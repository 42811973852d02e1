// How SQLite answers the merge's lookup of the records holding a code
// (storage/merge.h code_holders_sql): by index, for every keyed table, so that
// merging a season of stations is not one scan of the whole table per record.
//
// Source: the SQLite documentation, "EXPLAIN QUERY PLAN": a line "SCAN t" is a
// full scan of table t, "SEARCH t USING INDEX i (...)" a lookup through index i.
#include <gtest/gtest.h>

#include <string>
#include <vector>

#include "merge_test_support.h"
#include "storage/merge.h"
#include "storage/sqlite.h"

using namespace cairn::store;
using namespace cairn::store::testing;

namespace {

std::vector<std::string> plan_of(Db& db, const std::string& sql) {
  std::vector<std::string> lines;
  Stmt s(db, "EXPLAIN QUERY PLAN " + sql);
  while (s.step()) lines.push_back(s.text(3));
  return lines;
}

std::string joined(const std::vector<std::string>& v) {
  std::string s;
  for (const auto& l : v) s += "\n  " + l;
  return s;
}

}  // namespace

TEST(MergePlan, EveryKeyedTableIsSearchedByIndexNeverScanned) {
  Camp c;
  Project p = Project::open(c.camp, device(kCampDevice, "camp laptop"));
  struct Keyed {
    const char* table;
    const char* key;
    const char* scope;
  };
  // The natural keys of storage/SCHEMA.md ("Codes and clashes").
  const Keyed keyed[] = {{"people", "initials", ""}, {"units", "code", ""},        {"contacts", "name", ""},
                         {"stations", "code", ""},   {"planes", "ref", "station"}, {"lines", "ref", "station"}};
  for (const auto& k : keyed) {
    const auto plan = plan_of(p.db(), code_holders_sql(k.table, k.key, k.scope));
    ASSERT_FALSE(plan.empty()) << k.table;
    int searches_of_r = 0, searches_of_kc = 0;
    for (const auto& line : plan) {
      EXPECT_EQ(line.rfind("SCAN r", 0), std::string::npos) << k.table << ": a full scan in" << joined(plan);
      EXPECT_EQ(line.rfind("SCAN kc", 0), std::string::npos) << k.table << ": a full scan in" << joined(plan);
      searches_of_r += line.rfind("SEARCH r ", 0) == 0;
      searches_of_kc += line.rfind("SEARCH kc ", 0) == 0;
    }
    EXPECT_EQ(searches_of_r, 2) << k.table << joined(plan);   // by code, and by uuid from a clash row
    EXPECT_EQ(searches_of_kc, 2) << k.table << joined(plan);  // by record, and by original
  }
}

TEST(MergePlan, TheLookupFindsLiveDeletedAndRenamedHoldersOldestFirst) {
  // What the query returns, on rows written by hand: the live holder of S7, a
  // deleted one, and one renamed S7~abc by an earlier clash (its key_clashes row
  // names S7 as the original); a station with another code is not returned.
  Camp c;
  Project p = Project::open(c.camp, device(kCampDevice, "camp laptop"));
  Db& db = p.db();
  p.write([&] {
    db.exec(
        "INSERT INTO stations(uuid, code, lat, lon, source, created, updated, device, deleted) VALUES "
        "('u-live', 'S7', 46.5, 14.9, 'manual', '2026-07-06T10:00:00.000Z', '2026-07-06T10:00:00.000Z', "
        "'" +
        std::string(kCampDevice) +
        "', NULL), "
        "('u-gone', 'S7', 46.5, 14.9, 'manual', '2026-07-06T09:00:00.000Z', '2026-07-06T09:00:00.000Z', "
        "'" +
        std::string(kCampDevice) +
        "', '2026-07-06T09:30:00.000Z'), "
        "('u-renamed', 'S7~abc', 46.5, 14.9, 'manual', '2026-07-06T11:00:00.000Z', '2026-07-06T11:00:00.000Z', "
        "'" +
        std::string(kCampDevice) +
        "', NULL), "
        "('u-other', 'S8', 46.5, 14.9, 'manual', '2026-07-06T08:00:00.000Z', '2026-07-06T08:00:00.000Z', "
        "'" +
        std::string(kCampDevice) + "', NULL)");
    db.exec("INSERT INTO key_clashes(record, tbl, original, stored) VALUES ('u-renamed', 'stations', 'S7', 'S7~abc')");
  });
  Stmt s(db, code_holders_sql("stations", "code", ""));
  s.bind(1, std::string("S7"));
  std::vector<std::string> got;
  while (s.step()) got.push_back(s.text(0) + " " + s.text(1) + " " + (s.int64(3) ? "deleted" : "live"));
  EXPECT_EQ(got, (std::vector<std::string>{"u-gone S7 deleted", "u-live S7 live", "u-renamed S7~abc live"}));
}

══════

The whole listing above, line by line, is to be retyped exactly.

Response:
repository 42811973852d02e1
// How SQLite answers the merge's lookup of the records holding a code
// (storage/merge.h code_holders_sql): by index, for every keyed table, so that
// merging a season of stations is not one scan of the whole table per record.
//
// Source: the SQLite documentation, "EXPLAIN QUERY PLAN": a line "SCAN t" is a
// full scan of table t, "SEARCH t USING INDEX i (...)" a lookup through index i.
#include <gtest/gtest.h>

#include <string>
#include <vector>

#include "merge_test_support.h"
#include "storage/merge.h"
#include "storage/sqlite.h"

using namespace cairn::store;
using namespace cairn::store::testing;

namespace {

std::vector<std::string> plan_of(Db& db, const std::string& sql) {
  std::vector<std::string> lines;
  Stmt s(db, "EXPLAIN QUERY PLAN " + sql);
  while (s.step()) lines.push_back(s.text(3));
  return lines;
}

std::string joined(const std::vector<std::string>& v) {
  std::string s;
  for (const auto& l : v) s += "\n  " + l;
  return s;
}

}  // namespace

TEST(MergePlan, EveryKeyedTableIsSearchedByIndexNeverScanned) {
  Camp c;
  Project p = Project::open(c.camp, device(kCampDevice, "camp laptop"));
  struct Keyed {
    const char* table;
    const char* key;
    const char* scope;
  };
  // The natural keys of storage/SCHEMA.md ("Codes and clashes").
  const Keyed keyed[] = {{"people", "initials", ""}, {"units", "code", ""},        {"contacts", "name", ""},
                         {"stations", "code", ""},   {"planes", "ref", "station"}, {"lines", "ref", "station"}};
  for (const auto& k : keyed) {
    const auto plan = plan_of(p.db(), code_holders_sql(k.table, k.key, k.scope));
    ASSERT_FALSE(plan.empty()) << k.table;
    int searches_of_r = 0, searches_of_kc = 0;
    for (const auto& line : plan) {
      EXPECT_EQ(line.rfind("SCAN r", 0), std::string::npos) << k.table << ": a full scan in" << joined(plan);
      EXPECT_EQ(line.rfind("SCAN kc", 0), std::string::npos) << k.table << ": a full scan in" << joined(plan);
      searches_of_r += line.rfind("SEARCH r ", 0) == 0;
      searches_of_kc += line.rfind("SEARCH kc ", 0) == 0;
    }
    EXPECT_EQ(searches_of_r, 2) << k.table << joined(plan);   // by code, and by uuid from a clash row
    EXPECT_EQ(searches_of_kc, 2) << k.table << joined(plan);  // by record, and by original
  }
}

TEST(MergePlan, TheLookupFindsLiveDeletedAndRenamedHoldersOldestFirst) {
  // What the query returns, on rows written by hand: the live holder of S7, a
  // deleted one, and one renamed S7~abc by an earlier clash (its key_clashes row
  // names S7 as the original); a station with another code is not returned.
  Camp c;
  Project p = Project::open(c.camp, device(kCampDevice, "camp laptop"));
  Db& db = p.db();
  p.write([&] {
    db.exec(
        "INSERT INTO stations(uuid, code, lat, lon, source, created, updated, device, deleted) VALUES "
        "('u-live', 'S7', 46.5, 14.9, 'manual', '2026-07-06T10:00:00.000Z', '2026-07-06T10:00:00.000Z', "
        "'" +
        std::string(kCampDevice) +
        "', NULL), "
        "('u-gone', 'S7', 46.5, 14.9, 'manual', '2026-07-06T09:00:00.000Z', '2026-07-06T09:00:00.000Z', "
        "'" +
        std::string(kCampDevice) +
        "', '2026-07-06T09:30:00.000Z'), "
        "('u-renamed', 'S7~abc', 46.5, 14.9, 'manual', '2026-07-06T11:00:00.000Z', '2026-07-06T11:00:00.000Z', "
        "'" +
        std::string(kCampDevice) +
        "', NULL), "
        "('u-other', 'S8', 46.5, 14.9, 'manual', '2026-07-06T08:00:00.000Z', '2026-07-06T08:00:00.000Z', "
        "'" +
        std::string(kCampDevice) + "', NULL)");
    db.exec("INSERT INTO key_clashes(record, tbl, original, stored) VALUES ('u-renamed', 'stations', 'S7', 'S7~abc')");
  });
  Stmt s(db, code_holders_sql("stations", "code", ""));
  s.bind(1, std::string("S7"));
  std::vector<std::string> got;
  while (s.step()) got.push_back(s.text(0) + " " + s.text(1) + " " + (s.int64(3) ? "deleted" : "live"));
  EXPECT_EQ(got, (std::vector<std::string>{"u-gone S7 deleted", "u-live S7 live", "u-renamed S7~abc live"}));
}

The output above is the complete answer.